-- Listed entries follows --

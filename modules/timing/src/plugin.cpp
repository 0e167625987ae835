#include "wavefount/core/plugin.h"

#include "wavefount/timing/entries.h"

namespace wavefount {

namespace {

class TimeEntries : public AcquisitionStep {
 public:
  using Self = TimeEntries;
  using Pointer = itk::SmartPointer<Self>;
  itkFactorylessNewMacro(Self) itkTypeMacro(TimeEntries, AcquisitionStep)

      StepDeclaration declaration() const override {
    StepDeclaration step;
    step.name = "time-entries";
    step.sentence =
        "Splits each nucleus into interphases and times mitotic entry on the fixed aperture.";
    step.needs = {"film", "nuclei", "aperture-traces", "tube"};
    step.makes = {"interphases"};
    step.parameters = {
        {"longest_fall_min",
         ParameterKind::number,
         "min",
         0.2,
         60.0,
         "4",
         {},
         "A loss that takes longer is fading, not mitotic entry; release and diffusion out of a "
         "nucleus take a minute or two."},
        {"window_before_min",
         ParameterKind::number,
         "min",
         0.1,
         120.0,
         "",
         {},
         "Length of the filling before the fall that is fitted; by default 5 min, at least six "
         "frames, over which a parabola follows any filling."},
        {"window_after_min",
         ParameterKind::number,
         "min",
         0.1,
         120.0,
         "",
         {},
         "Length after the fall that is fitted, at most until the nucleus forms again; by default "
         "4 min, at least five frames."},
        {"shape_falls",
         ParameterKind::integer,
         "1",
         1.0,
         10000.0,
         "32",
         {},
         "Most falls of a film that the shape of the release is learned from; more gain little and "
         "take time."},
        {"stamp",
         ParameterKind::choice,
         "",
         {},
         {},
         "start",
         {"start", "middle", "end"},
         "Where in the exposure the time stamps lie; cameras and most formats stamp its start."}};
    return step;
  }

  void process(AcquisitionWork& work) const override {
    auto& records = *work.records;
    EntrySettings settings;
    settings.longest_fall_min = parameters().number("longest_fall_min");
    settings.window_before_min = parameters().optional_number("window_before_min").value_or(0);
    settings.window_after_min = parameters().optional_number("window_after_min").value_or(0);
    settings.shape_falls = parameters().integer("shape_falls");
    const auto stamp = parameters().text("stamp");
    settings.stamp = stamp == "middle" ? Stamp::middle : stamp == "end" ? Stamp::end : Stamp::start;
    records.put(time_entries(records.get<FilmDescription>(), records.get<Nuclei>(),
                             records.get<ApertureTraces>(), records.peek<Tube>(),
                             records.peek<CameraModel>(), settings));
  }
};

}  // namespace

}  // namespace wavefount

WAVEFOUNT_PLUGIN("Times of mitotic entry.", wavefount::TimeEntries)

-- Listed entries concluded --

◆ Task to carry out ◆
A complete answer gives every line of the data that includes "AcquisitionStep".

◆ Output of the task ◆
class TimeEntries : public AcquisitionStep {
  itkFactorylessNewMacro(Self) itkTypeMacro(TimeEntries, AcquisitionStep)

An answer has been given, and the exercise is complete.